13 Field Survey Squadron, Royal Engineers, at Fernhurst
A short history extracted from the Souvenir programme on the 150th Anniversary of the Squadron
The unit under Major. Wise moved to Egypt some time in early 1948. Authority was given in July 1948 by GHQ MELF for the disbandment of 13 Fd Svy Sqn RE and this took place at Fayid on 31 August 1948 when the personnel of the squadron were absorbed into 42 Survey Engineer Regiment, at that time commanded by Lt Col C. Belfield.
13 Field Survey Squadron RE was reformed at Tolworth in, as far as can be determined, April 1950. No 1 Survey Computing Unit RE had moved to Tolworth from Bushy Park sometime in 1949, and it was this unit, which redesignated, formed the nucleus of the squadron.
Maj C St A Wylie was in command, and a year later in April 1951 he moved the unit to Fernhurst Camp, West Sussex. In this particularly pleasant location the squadron was to remain for close on 13 years.
Maj E H T Silva assumed command in August 1953 and in turn handed over to Capt E. Halliday in July 1956. Since arriving at Fernhurst the unit had been involved in many field survey and map production tasks.
The main role in the summer months however was the training of the Army Emergency Reserve survey units. The squadron was also responsible for all Survey Service recruiting displays.
The late summer of 1956 saw the Suez Crisis and the squadron became closely involved in the survey support provided for the operation.
Maj W L Covington RE commanded the unit from January 1957 to August 1959, during this period field survey detachments were sent to Cyprus, the Arabian Peninsula, British North Borneo, the Seychelle Islands and Christmas Island.
The establishment was increased in June 1958 by one captain and 10 ORs for the geodetic surveys necessary for 'Operation Emily', the installation of Thor Guided Missile sites. The task was to continue until September 1962 when the weapons became obsolescent.
In August 1959 Maj W W Ker took over command to be followed in August 1960 by Maj E Halliday MBE. The unit continued in its role of providing survey parties for classified and special tasks in UK. In 1961 the squadron assumed responsibility for producing the indexes for the Army Map and Chart Catalogue, this was to continue through 1962 and 1963.
Maj D P S Wilson MBE assumed command of the squadron in April 1962. Early in 1963 a troop was sent to Kenya to carry out surveys for a large land settlement scheme and demarcation of a regional boundary. The troop was located at Kinangop and the survey covered approximately 50,000 acres.

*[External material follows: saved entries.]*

const TARGETS: Target[] = [
  form(
    "sign-up",
    () => client(),
    () => "/sign-up",
    () => ({ name: "New Person", email: `new-${Date.now()}@example.org`, password: "long-enough-password" }),
    ["name"],
  ),
  form(
    "sign-in",
    () => client(),
    () => "/sign-in",
    () => ({ email: DEMO.reviewer, password: "wrong-password-x", next: "/" }),
    ["email", "next"],
    undefined,
    { next: "where to go after signing in: anything but a same-origin path becomes / (issue 11), so it never refuses a sign-in" },
  ),
  form(
    "forgot password",
    () => client(),
    () => "/forgot-password",
    () => ({ email: "nobody@example.org" }),
    ["email"],
  ),
  form(
    "reset password",
    () => client(),
    () => "/reset-password",
    () => ({ token: "no-such-token", password: "long-enough-password" }),
    ["token"],
    { token: /reset link is no longer valid/ },
  ),
  form(
    "create workspace",
    () => engineer,
    () => "/welcome",
    () => ({ name: "Another works" }),
    ["name"],
  ),
  form(
    "create API key",
    () => engineer,
    () => "/w/larkspur/settings",
    () => ({ intent: "create-key", name: "ci" }),
    ["name"],
  ),
  form(
    "revoke API key",
    () => engineer,
    () => "/w/larkspur/settings",
    () => ({ intent: "revoke-key", id: "none" }),
    ["id"],
    { id: /No such key/ },
  ),
  form(
    "invite",
    () => admin,
    () => "/w/larkspur/settings",
    () => ({ intent: "invite", email: "invitee@example.org", role: "engineer" }),
    ["email", "role", "intent"],
    { intent: UNKNOWN_ACTION },
  ),
  form(
    "change role",
    () => admin,
    () => "/w/larkspur/settings",
    () => ({ intent: "change-role", memberId: ids.reviewerMember, role: "reviewer" }),
    ["memberId", "role"],
    { memberId: /No such member/, role: /Choose a role/ },
  ),
  form(
    "remove member",
    () => admin,
    () => "/w/larkspur/settings",
    () => ({ intent: "remove", id: "none" }),
    ["id"],
    { id: /No such member/ },
  ),
  form(
    "withdraw invitation",
    () => admin,
    () => "/w/larkspur/settings",
    () => ({ intent: "revoke", id: "none" }),
    ["id"],
    { id: /No such open invitation/ },
  ),
  form(
    "create vehicle",
    () => admin,
    () => "/w/larkspur/vehicles",
    vehicleBase,
    vehicleFields,
  ),
  form(
    "edit vehicle",
    () => admin,
    vehiclePath,
    () => ({ intent: "edit", ...vehicleBase() }),
    [...vehicleFields, "intent"],
    {
      intent: UNKNOWN_ACTION,
    },
  ),
  form(
    "release",
    () => admin,
    vehiclePath,
    () => ({ intent: "release", revisionId: ids.revision, note: "ok", override: "" }),
    ["revisionId", "note", "override"],
  ),
  form(
    "clear attention",
    () => admin,
    vehiclePath,
    () => ({ intent: "clear-attention", note: "fixed" }),
    ["note"],
  ),
  upload(
    "vehicle photo",
    () => technician,
    vehiclePath,
    () => ({ intent: "upload-photo", filename: "stand-switch.png" }),
    ["filename", "intent"],
    { filename: /Rename the file/, intent: UNKNOWN_ACTION },
  ),
  form(
    "controller settings",
    () => technician,
    () => `${vehiclePath()}/controller`,
    recordForm,
    RECORD_FORM_FIELDS,
    // Radio buttons: the message stands under the group.
    { baseVersion: /reload the page/, "settings.brakeCutsDrive": /Must be true or false/ },
  ),
  form(
    "new design",
    () => engineer,
    () => "/w/larkspur/designs/new",
    () => ({ name: "Fresh design", vehicleId: "", start: "blank" }),
    ["name", "vehicleId", "start"],
    { start: /Choose how the design starts/ },
  ),
  form(
    "review request",
    () => engineer,
    reviewPath,
    () => ({ intent: "request", reviewers: ids.reviewerUser, note: "please" }),
    ["reviewers", "note"],
    // Checkboxes: the message stands under the group.
    { reviewers: /id="reviewers-error"/ },
  ),
  form(
    "review comment",
    () => reviewer,
    reviewPath,
    () => ({ intent: "comment", anchor: "component", component: "SS", body: "looks fine" }),
    ["anchor", "component", "body", "intent"],
    { intent: UNKNOWN_ACTION },
  ),
  form(
    "review decision",
    () => reviewer,
    reviewPath,
    () => ({ intent: "decide", verdict: "changes-requested", comment: "see notes" }),
    ["verdict", "comment"],
    { verdict: /Choose approve or request changes/ },
  ),
  form(
    "fault disposition",
    () => engineer,
    faultReviewPath,
    () => ({
      intent: "dispose",
      component: fault.component,
      mode: fault.mode,
      disposition: "accepted",
      justification: "Two-channel part, monitored by the controller.",
    }),
    ["component", "mode", "disposition", "justification"],
    // Hidden fields of the fault's own form: a fault the page does not list is named above the page.
    { component: /Contact of the fault: /, mode: /Fault mode: / },
  ),
  form(
    "bench outcome",
    () => technician,
    runPath,
    () => ({ intent: "outcome", step: "1", outcome: "pass" }),
    ["step", "outcome"],
    {
      ...benchShows,
      outcome: /Choose pass, fail or skip/,
    },
  ),
  form(
    "bench note",
    () => technician,
    runPath,
    () => ({ intent: "note", step: "1", note: "checked" }),
    ["step", "note", "intent"],
    benchShows,
  ),
  form(
    "bench mail step",
    () => technician,
    runPath,
    () => ({ intent: "mail-step", step: "1" }),
    ["step"],
    benchShows,
  ),
  upload(
    "bench step photo",
    () => technician,
    runPath,
    () => ({ intent: "photo", step: "1", filename: "step-1.png" }),
    ["filename", "step"],
    { filename: /Rename the file/, ...benchShows },
  ),
  json(
    "better-auth: sign-up",
    "POST",
    () => client(),
    () => "/api/auth/sign-up/email",
    () => ({ name: "New Person", email: `new-${Date.now()}@example.org`, password: "long-enough-password" }),
    ["name"],
    { name: /"message":"name: / },
  ),
  json(
    "better-auth: update user",
    "POST",
    () => technician,
    () => "/api/auth/update-user",
    () => ({ name: "Tess Technician" }),
    ["name"],
    { name: /"message":"name: / },
  ),
  json(
    "API: create vehicle",
    "POST",
    () => admin,
    () => "/api/v1/vehicles?workspace=larkspur",
    vehicleBase,
    vehicleFields,
  ),
  json(
    "API: edit vehicle",
    "PATCH",
    () => admin,
    () => `/api/v1/vehicles/${ids.vehicle}`,
    () => ({ name: "Renamed" }),
    vehicleFields,
  ),
  json(
    "API: release",
    "POST",
    () => admin,
    () => `/api/v1/vehicles/${ids.vehicle}/releases`,
    () => ({ revisionId: ids.revision, note: "ok", override: "" }),
    ["revisionId", "note", "override"],
  ),
  json(
    "API: controller record",
    "PUT",
    () => technician,
    () => `/api/v1/vehicles/${ids.vehicle}/controller-record`,
    () => ({ version: recordVersion, record: exampleRecord() }),
    RECORD_JSON_FIELDS,
  ),
  json(
    "API: controller check",
    "POST",
    () => technician,
    () => "/api/v1/controller-checks?workspace=larkspur",
    () => ({ record: exampleRecord() }),
    RECORD_JSON_FIELDS,
  ),
  json(
    "API: bench step",
    "PUT",
    () => technician,
    () => `/api/v1/bench-runs/${ids.run}/steps/1`,
    () => ({ status: "pass", note: "ok" }),
    ["status", "note"],
  ),
  json(
    "API: create design",
    "POST",
    () => engineer,
    () => "/api/v1/designs?workspace=larkspur",
    () => ({ name: "Via API", start: "blank" }),
    ["name", "vehicleId", "start"],
  ),
  json(
    "API: save revision",
    "POST",
    () => engineer,
    () => `/api/v1/designs/${ids.design}/revisions`,
    () => ({ document: revisionDocument, baseRevision: latestNumber, message: "probe" }),
    ["message"],
  ),
  json(
    "API: diagnosis",
    "POST",
    () => technician,
    () => `/api/v1/designs/${ids.haybarn}/revisions/1/diagnosis`,
    () => ({ states: diagnosisStates }),
    ["states", `states.${Object.keys(diagnosisStates)[0]}`],
  ),
];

In January 1964 the unit left Fernhurst Camp and moved to Aden. The establishment of the squadron was revised and consisted of 5 Officers and 92 other ranks.
The Squadron arrived at Falaise Camp, Little Aden, in January 1964 and moved from there to Normandy Lines, Khormaksar, in August 1964, where until its return to the United Kingdom in June 1967, it provided mapping and general survey support for operations within Middle East Command, as well as completing survey commitments for the Ministry of Defence. Maj Wilson handed over command of the unit to Maj E W Barton MBE RE in August 1965.

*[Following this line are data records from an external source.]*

def _sequential_colour(value, lo, hi, ramp=DENSITY_RAMP):
    """The density ramp of the styled layer (light to dark) at ``value``; grey when missing."""
    if value is None or not np.isfinite(value):
        return NO_ESTIMATE_COLOUR
    t = 0.0 if hi <= lo else min(max((value - lo) / (hi - lo), 0.0), 1.0)
    stops = [tuple(int(c[i:i + 2], 16) for i in (1, 3, 5)) for c in ramp]
    position = t * (len(stops) - 1)
    k = min(int(position), len(stops) - 2)
    f = position - k
    return "#" + "".join(f"{round(a + (b - a) * f):02x}" for a, b in zip(stops[k], stops[k + 1]))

The principal field survey tasks consisted of second order traverses from Ethiopia through Perim Island and along the South Arabian coast as far as Riyan. Traverses were also extended northwards into the Radfan Mountains and the Beihan State, and the combined topographic troops spent two seasons traversing in the Dhofar Province of the Sultanate of Muscat and Oman, covering an area of 25,000 sq. miles. Other tasks included assisting the US Army Map Service in their satellite tracking projects, providing gravity, astronomical and magnetic surveys in South Arabia, carrying out scale checks on the existing Trucial Coast Triangulation, boundary surveys at Buraimi Oasis, survey attachments for the Combined Services Expedition to Socotra, and miscellaneous control and large scale surveys in Bahrain, Masirah Island, Sharjah, Yas Island and Aden. A topographical troop was deployed to the Radfan during the operations there to supply height control for essential mapping.
The reproduction work of the Squadron included the compilation of new maps, both at large scale and for town plans, the production of air photo mosaics, the reprinting of existing maps to maintain stocks, and the provision of overprints for operations, boundaries and restricted areas. In 3½ years a total of 500,000 maps were printed.
The main party of the squadron left Aden by air at 24 hours notice on 29 June 1967. On returning the Squadron was located in 'B' Camp, Barton Stacey.